The best scene in Captain Marvel is not an action set piece or a dramatic character moment. It’s the scene in which Brie Larson’s heroine comes face-to-face with a quasi-reptilian alien antagonist played by Ben Mendelsohn under daunting layers of prosthetics and makeup that do surprisingly little to mute the force of his personality.
It’s an engaging scene not just because of the relish with which the scene-stealing Mendelsohn delivers his lines, but because the challenge to the heroine is not what it seems, and what is called for is something very different from the straightforward course she’s been following until now.
The scene is complicated by the presence of an old friend (Lashana Lynch) and her young daughter, as well as a crowd-pleasing orange cat. Samuel L. Jackson’s Nick Fury is also on hand, but this is not a complication at this moment, except insofar as the cat is involved.
I saw Captain Marvel with my 15-year-old daughter, and we enjoyed it. I don’t believe it left a lasting impression on either of us, except of course the one impression that counts above all with most Marvel movies, which is to remind you of the urgency of seeing the next one (in this case Avengers: Endgame).
I’ve gotten to the point in my Marvel movie viewing where I will stay in the theater for the mid-credits teaser, but I usually wait till home video to catch up with the post-credits teaser. Leaving the theater, I guessed aloud to my daughter that the post-credits sequence was probably about the cat. (I just Googled it.
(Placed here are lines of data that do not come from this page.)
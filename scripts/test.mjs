import { rmSync } from 'node:fs'
import { join } from 'node:path'
import { ensureBuild } from './lib/build.mjs'
import { stopChildren } from './lib/children.mjs'
import { Failure } from './lib/failure.mjs'
import { releaseLock, takeLock } from './lib/locks.mjs'
import { stopMariadb } from './lib/mariadb.mjs'
import { ensureModules } from './lib/modules.mjs'
import { requireProgram } from './lib/packages.mjs'
import { fromRoot } from './lib/paths.mjs'
import { ensurePrepared } from './lib/prepared.mjs'
import { clearAbandonedRuns, makeRunFolder } from './lib/runFolders.mjs'
import { say } from './lib/say.mjs'
import { onStop, runUntilStopped, stopAll, stopOnSignals } from './lib/stopping.mjs'
import { startTestMariadb } from './lib/testMariadb.mjs'
import { cleanEnvironment } from './lib/testRun.mjs'
import { CHECKS, NEED_BUILD, PROJECTS, runCheck, runProject } from './lib/testSteps.mjs'

const output = fromRoot('.output-test')
const types = fromRoot('.nuxt-types')

async function test() {
  const asked = askedSteps(process.argv.slice(2))
  stopOnSignals({ say, exitCode: 130 })
  const folder = await openRunFolder()
  onStop(() => stopChildren())
  await ensureModules(say)
  await ensurePrepared(say)
  if (asked.some(name => name === 'e2e')) await requireProgram({ names: ['chromium'], packageName: 'chromium', say })
  const env = cleanEnvironment({ LANTHORN_TEST_MARIADB: join(folder, 'mariadb'), LANTHORN_OUTPUT_DIR: output, LANTHORN_BUILD_DIR: types })
  const results = [...await runChecksBesideBuild(asked, env)]
  if (asked.some(name => name === 'server' || NEED_BUILD.includes(name))) {
    onStop(() => stopMariadb(env.LANTHORN_TEST_MARIADB))
    await startTestMariadb({ folder: env.LANTHORN_TEST_MARIADB, port: 33_506, say })
  }
  for (const name of PROJECTS.filter(one => asked.includes(one))) {
    if (NEED_BUILD.includes(name) && results.some(result => result.name === 'build' && result.failed > 0)) results.push({ name, passed: 0, failed: 1, skipped: 0, seconds: 0 })
    else results.push(await runProject(name, { folder, env }))
  }
  await stopAll()
  report(results)
}

/** Which steps the command line names; all without any. */
function askedSteps(words) {
  const known = [...CHECKS, ...PROJECTS]
  const unknown = words.find(word => !known.includes(word))
  if (unknown !== undefined) throw new Failure(`There is no part of the tests called "${unknown}". Use any of: ${known.join(', ')}`)
  return words.length > 0 ? words : known
}

/** A folder of this run alone, so that it touches nothing of a running installation. */
async function openRunFolder() {
  const lock = fromRoot('.data/test.lock')
  const holder = takeLock(lock)
  if (holder !== null) throw new Failure(`The tests already run in this checkout (process ${holder}).`)
  onStop(() => releaseLock(lock))
  await clearAbandonedRuns()
  const folder = makeRunFolder()
  onStop(() => rmSync(folder, { recursive: true, force: true }))
  return folder
}

/** Type check and lint use one core while the build uses the other. */
async function runChecksBesideBuild(asked, env) {
  const needsBuild = asked.some(name => NEED_BUILD.includes(name))
  const [built, checks] = await Promise.all([needsBuild ? build() : [], runChecks(CHECKS.filter(name => asked.includes(name)), env)])
  return [...checks, ...built]
}

async function runChecks(names, env) {
  const results = []
  for (const name of names) results.push(await runCheck(name, { env, types }))
  return results
}

/** A build that fails is a result like any other: what does not need it still runs. */
async function build() {
  const begin = Date.now()
  try {
    await ensureBuild({ output, build: fromRoot('.nuxt-test') }, say)
    return []
  }
  catch (error) {
    if (!(error instanceof Failure)) throw error
    say(error.message)
    return [{ name: 'build', passed: 0, failed: 1, skipped: 0, seconds: (Date.now() - begin) / 1000 }]
  }
}

function report(results) {
  const sum = key => results.reduce((total, result) => total + result[key], 0)
  say('')
  for (const { name, passed, failed, skipped, seconds } of results) {
    say(`${name.padEnd(11)} ${passed} passed, ${failed} failed${skipped > 0 ? `, ${skipped} only with LANTHORN_TEST=full` : ''} (${seconds.toFixed(0)} s)`)
  }
  say(`${sum('passed')} passed, ${sum('failed')} failed`)
  process.exitCode = sum('failed') > 0 ? 1 : 0
}

await runUntilStopped(test)
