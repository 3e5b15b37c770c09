import { randomBytes } from 'node:crypto'
import { sha256 } from './hashes'

/** A secret for one link: 256 random bits. The database keeps its hash only, so a copy of it opens nothing. */
export function makeToken(): { token: string, hash: Buffer } {
  const token = randomBytes(32).toString('base64url')
  return { token, hash: hashToken(token) }
}

export const hashToken = (token: string): Buffer => sha256(`link ${token}`)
I was right.)
At this stage in Marvel Cinematic Universe history you almost need a Tolkieneque set of appendices and diagrams to make complete sense of everything.
For example, perhaps you thought Captain Marvel was a big guy in a red suit who says “Shazam!” and has a movie of his own opening in a few weeks. That character, the first Captain Marvel, is associated with DC Comics, but his precedence didn’t stop Marvel from blithely introducing a half dozen or so characters over the years with the same name.
A few years ago the name effectively passed from the DC hero to the Marvel heroine of this movie. First, DC rebranded the original Captain Marvel as “Shazam.” (When I was a boy half the kids thought that was his name anyway.)